Zuhause ist es wirklich schön, vor allem schön anstrengend. Automatisch möchte ich nicht den ganzen Tag in Schlabberklamotten rumlaufen, sondern mich richtig anziehen. Das ist schon mal die erste Hürde. Anziehen. Ich bin unbeweglich und habe glücklicherweise Zugriff auf den gut gefüllten Kleiderschrank des Zeugwarts. So kann ich mich in eines seiner T-Shirts reinarbeiten und bin dann zwar etwas großzügig angezogen, aber das Ergebnis ist entscheidend: Ich trage frische Kleidung. Unfassbar wie schnell die Zeit vergeht, wenn man so beschäftigt ist. Wirklich helfen, kann man mir beim anziehen auch nicht, weil ja nur ich weiß, wie ich mich am besten bewegen kann, und wie eben auch nicht.

Neue Grenzen

Ich bin unfassbar unfit und immer noch genauso langsam wie im Krankenhaus. Zwar kann ich die Treppe gut hochgehen und komme nicht aus der Puste, aber jede andere Strecke, die etwas länger ist, wird zur Tagesaufgabe. Ich schaffe keine 400m am Stück zu gehen. Wenn wir mit dem Auto irgendwo hinfahren, zucke ich permanent zusammen, weil es entweder eng wird, oder ich Gefahren sehe, wo gar keine sind. Ständig muß ich mich mal hinsetzen um eine Pause zu machen, oder ich schlafe mal eine Stunde zwischendurch. Ich nehme gefühlte Unmengen von Medikamenten und trotzdem zwickt und zwackt immer was.

Alpträume

Und immer, wenn ich die Augen zumache, kommen die Dämonen. Ich träume schlecht. Jedes Mal. Entweder ich sterbe oder jemand, der mir Nahe steht, oder jemand Fremdes und ich bin dabei. Es ist immer ein Unfall. Nicht immer ein Fahrradunfall, meinen Träumen ist jede Art Unfall recht, aber immer ist es ein Unfall. Und ich schaue zu. Entweder ich sehe mich selbst, oder ich sehe die Anderen… und ich kann nie etwas tun.

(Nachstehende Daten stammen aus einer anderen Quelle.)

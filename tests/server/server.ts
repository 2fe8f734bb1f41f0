import { createHash } from 'node:crypto'
import { mkdtempSync } from 'node:fs'
import { tmpdir } from 'node:os'
import { join } from 'node:path'
import { Readable } from 'node:stream'
import { hash } from '@node-rs/argon2'
import type { Express } from 'express'
import request from 'supertest'
import { write, type Db } from '@/db/client'
import { buildApp } from '@/server/app'
import { serverLog } from '@/server/log'
import type { FileStore } from '@/server/files/file-store'
import type { Message } from '@/server/mail/mailer'
import { SESSION_COOKIE, sessionReader } from '@/server/session'
import { insertPerson, setMember } from '@/server/stores/person'
import type { Role } from '@wedgeline/contract'
import { engineHere } from './check-here'
import { openTestCompany, type TestCompany } from './company'

/** The whole server on a company of its own in memory, with its log, mail and files to look at. */

export const PASSWORD = 'eleven blue cranes'
/** Cheap on purpose: a hash says its own cost, and the real one is tested once. */
export const PASSWORD_HASH = await hash(PASSWORD, { memoryCost: 8, timeCost: 1, parallelism: 1 })

export interface TestServer {
  readonly app: Express
  readonly db: Db
  readonly company: TestCompany
  readonly files: FileStore
  readonly mails: Message[]
  /** Everything that was logged, as it was written. */
  log(): string
  /** Value of a Cookie header for somebody who is signed in. */
  cookieOf(personId: string): Promise<string>
}

interface Options {
  readonly appUrl?: string
  readonly dist?: string
  readonly now?: () => number
}

export function openTestServer({ appUrl, dist, now = () => Date.now() }: Options = {}): TestServer {
  const company = openTestCompany()
  const { db } = company
  const lines: string[] = []
  const mails: Message[] = []
  const files = filesInMemory()
  const app = buildApp({
    db,
    files,
    mail: { send: (message) => Promise.resolve(void mails.push(message)) },
    log: serverLog({ level: 'debug', stream: { write: (line) => void lines.push(line) } }),
    ...engineHere,
    now,
    appUrl: appUrl ?? 'http://localhost:4180',
    dist: dist ?? mkdtempSync(join(tmpdir(), 'wedgeline-dist-')),
    proxies: 0,
  })
  const readSession = sessionReader(db, now)
  return {
    app,
    db,
    company,
    files,
    mails,
    log: () => lines.join(''),
    async cookieOf(personId) {
      let cookie = ''
      const { session } = await readSession({ header: undefined, set: (value) => (cookie = value) })
      await session.start(personId)
      return cookie.split(';')[0] ?? ''
    },
  }
}

function filesInMemory(): FileStore {
  const contents = new Map<string, Uint8Array>()
  return {
    save(companyId, bytes) {
      const sha256 = createHash('sha256').update(bytes).digest('hex')
      contents.set(`${companyId}/${sha256}`, bytes)
      return Promise.resolve({ sha256, sizeBytes: bytes.byteLength })
    },
    open(companyId, sha256) {
      const bytes = contents.get(`${companyId}/${sha256}`)
      return bytes ? Promise.resolve(Readable.from([bytes])) : Promise.reject(new Error('There is no such file.'))
    },
  }
}

/** Somebody who can sign in with `PASSWORD`. */
export function addPerson(
  { db, company }: TestServer,
  { email, roles }: { email: string; roles: readonly Role[] },
): string {
  const id = `person-${email.replace(/[^a-z]/g, '-')}`
  write(db, (tx) => {
    insertPerson(tx, { id, email, name: email, passwordHash: PASSWORD_HASH, nowMs: 0 })
    setMember(tx, { companyId: company.id, personId: id, roles, nowMs: 0 })
  })
  return id
}

/** A change as our own page sends it. supertest's agent drops `__Host-` cookies, so the header goes by hand. */
export function post({ app }: TestServer, path: string, { cookie = '' }: { cookie?: string } = {}) {
  const call = request(app).post(`/trpc/${path}`).set('Sec-Fetch-Site', 'same-origin').type('application/json')
  return cookie === '' ? call : call.set('Cookie', cookie)
}

export function get({ app }: TestServer, path: string, { cookie = '' }: { cookie?: string } = {}) {
  const call = request(app).get(path)
  return cookie === '' ? call : call.set('Cookie', cookie)
}

/** Address of a query with its input. */
export const query = (path: string, input?: unknown): string =>
  `/trpc/${path}${input === undefined ? '' : `?input=${encodeURIComponent(JSON.stringify(input))}`}`

/** The cookie's value that an answer sets, null when it sets none. */
export function setCookieOf(response: { headers: Record<string, unknown> }): string | null {
  const header = response.headers['set-cookie'] as string[] | undefined
  return header?.find((value) => value.startsWith(`${SESSION_COOKIE}=`)) ?? null
}

export const signIn = (server: TestServer, email: string, password = PASSWORD) =>
  post(server, 'session.signIn').send({ email, password })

Ich wache immer schweißgebadet auf und bin nie erholt. Das war im Krankenhaus schon so und ich hoffe, dass ich es hier daheim wirklich bald los werde. Wahrscheinlich tut der Medikamentencocktail sein übriges dazu? Ich versuche mir positive Gedanken  zu machen. Gerade jetzt, wo ja eigentlich alles „nur noch“ gut werden muß, wäre es doch fatal sich keine guten Gedanken zu machen. Das Schwierigste ist ja rum. Aber nicht für meinen Kopf.

Erklärungen

Alle Welt, also gefühlt jeder, mit dem ich spreche, erwähnt, wieviel Glück ich hatte, dass der fliegende Freund den Krankenhaustip gegeben hat. Irgendwie kennt jeder jemanden, der zumindest mal jemanden kannte, der auch einen Pneumothorax hatte. Teilweise sind die Geschichten motivierend, oftmals machen sie mir aber Angst. Angst vor dem, was kommt. Angst vor der Zukunft. Was wird wohl werden? Kann die Lunge wieder? Ich war ziemlich gut trainiert, kann ich das wieder erreichen? Wenn ja, in welchem Zeitfenster? Und was, wenn nicht? Warum hackt jeder auf dem Unfall rum? Wahrscheinlich, weil die Menschen denken, erzählen ist verarbeiten und das hilft.